In the material below, which lines hold the word "remarks"? Pick each one out.
^^^^^^^^
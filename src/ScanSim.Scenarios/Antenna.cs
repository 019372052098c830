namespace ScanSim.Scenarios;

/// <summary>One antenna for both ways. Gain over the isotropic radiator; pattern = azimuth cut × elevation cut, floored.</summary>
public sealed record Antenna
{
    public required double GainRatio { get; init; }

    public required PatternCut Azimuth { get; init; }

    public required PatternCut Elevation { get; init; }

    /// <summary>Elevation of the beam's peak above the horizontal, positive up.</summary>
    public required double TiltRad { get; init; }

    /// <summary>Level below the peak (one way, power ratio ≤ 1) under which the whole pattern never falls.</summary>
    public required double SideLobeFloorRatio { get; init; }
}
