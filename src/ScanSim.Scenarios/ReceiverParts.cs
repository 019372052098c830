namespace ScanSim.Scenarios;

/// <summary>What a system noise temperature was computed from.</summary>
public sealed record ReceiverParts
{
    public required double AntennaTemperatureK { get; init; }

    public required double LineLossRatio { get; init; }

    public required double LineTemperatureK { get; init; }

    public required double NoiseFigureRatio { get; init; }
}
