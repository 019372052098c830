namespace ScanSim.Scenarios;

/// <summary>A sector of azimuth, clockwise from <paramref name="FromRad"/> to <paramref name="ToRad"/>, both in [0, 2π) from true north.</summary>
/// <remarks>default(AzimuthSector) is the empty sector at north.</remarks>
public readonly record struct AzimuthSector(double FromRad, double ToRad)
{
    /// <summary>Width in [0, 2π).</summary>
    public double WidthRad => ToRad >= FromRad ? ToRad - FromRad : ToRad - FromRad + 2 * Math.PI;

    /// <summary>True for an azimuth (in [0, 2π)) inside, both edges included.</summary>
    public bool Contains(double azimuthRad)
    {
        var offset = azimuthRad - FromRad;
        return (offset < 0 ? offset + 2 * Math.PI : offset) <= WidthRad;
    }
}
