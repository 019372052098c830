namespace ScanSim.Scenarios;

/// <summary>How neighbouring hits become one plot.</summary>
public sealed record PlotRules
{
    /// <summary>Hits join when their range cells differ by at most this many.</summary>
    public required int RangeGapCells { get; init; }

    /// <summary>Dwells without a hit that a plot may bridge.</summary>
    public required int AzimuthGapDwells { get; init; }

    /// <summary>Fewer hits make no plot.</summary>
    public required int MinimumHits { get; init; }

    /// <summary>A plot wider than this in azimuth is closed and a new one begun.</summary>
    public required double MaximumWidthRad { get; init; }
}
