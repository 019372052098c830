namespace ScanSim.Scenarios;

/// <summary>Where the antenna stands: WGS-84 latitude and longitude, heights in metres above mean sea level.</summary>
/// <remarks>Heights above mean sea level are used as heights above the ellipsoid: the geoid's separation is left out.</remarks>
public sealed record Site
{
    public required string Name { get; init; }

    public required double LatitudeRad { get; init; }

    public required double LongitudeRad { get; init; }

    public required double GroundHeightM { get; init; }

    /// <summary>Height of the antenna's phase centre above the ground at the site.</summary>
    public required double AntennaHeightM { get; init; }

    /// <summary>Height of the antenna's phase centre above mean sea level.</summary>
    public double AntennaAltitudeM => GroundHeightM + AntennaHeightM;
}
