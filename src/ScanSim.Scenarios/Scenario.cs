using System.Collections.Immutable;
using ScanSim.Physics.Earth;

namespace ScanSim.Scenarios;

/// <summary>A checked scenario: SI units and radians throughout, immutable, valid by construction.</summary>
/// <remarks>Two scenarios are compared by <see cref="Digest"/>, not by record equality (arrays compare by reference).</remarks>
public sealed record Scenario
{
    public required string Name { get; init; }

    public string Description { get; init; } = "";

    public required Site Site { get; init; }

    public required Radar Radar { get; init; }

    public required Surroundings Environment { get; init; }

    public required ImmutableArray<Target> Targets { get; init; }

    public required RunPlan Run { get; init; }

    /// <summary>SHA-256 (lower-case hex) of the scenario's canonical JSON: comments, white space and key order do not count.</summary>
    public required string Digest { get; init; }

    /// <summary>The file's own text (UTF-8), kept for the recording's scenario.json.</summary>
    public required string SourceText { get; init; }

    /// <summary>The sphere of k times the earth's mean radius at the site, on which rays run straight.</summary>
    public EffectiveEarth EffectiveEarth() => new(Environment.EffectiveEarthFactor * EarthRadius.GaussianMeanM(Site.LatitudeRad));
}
^^^^^^^^
» Problem solution:
/// <remarks>default(AzimuthSector) is the empty sector at north.</remarks>
/// <remarks>Heights above mean sea level are used as heights above the ellipsoid: the geoid's separation is left out.</remarks>
/// <remarks>Two scenarios are compared by <see cref="Digest"/>, not by record equality (arrays compare by reference).</remarks>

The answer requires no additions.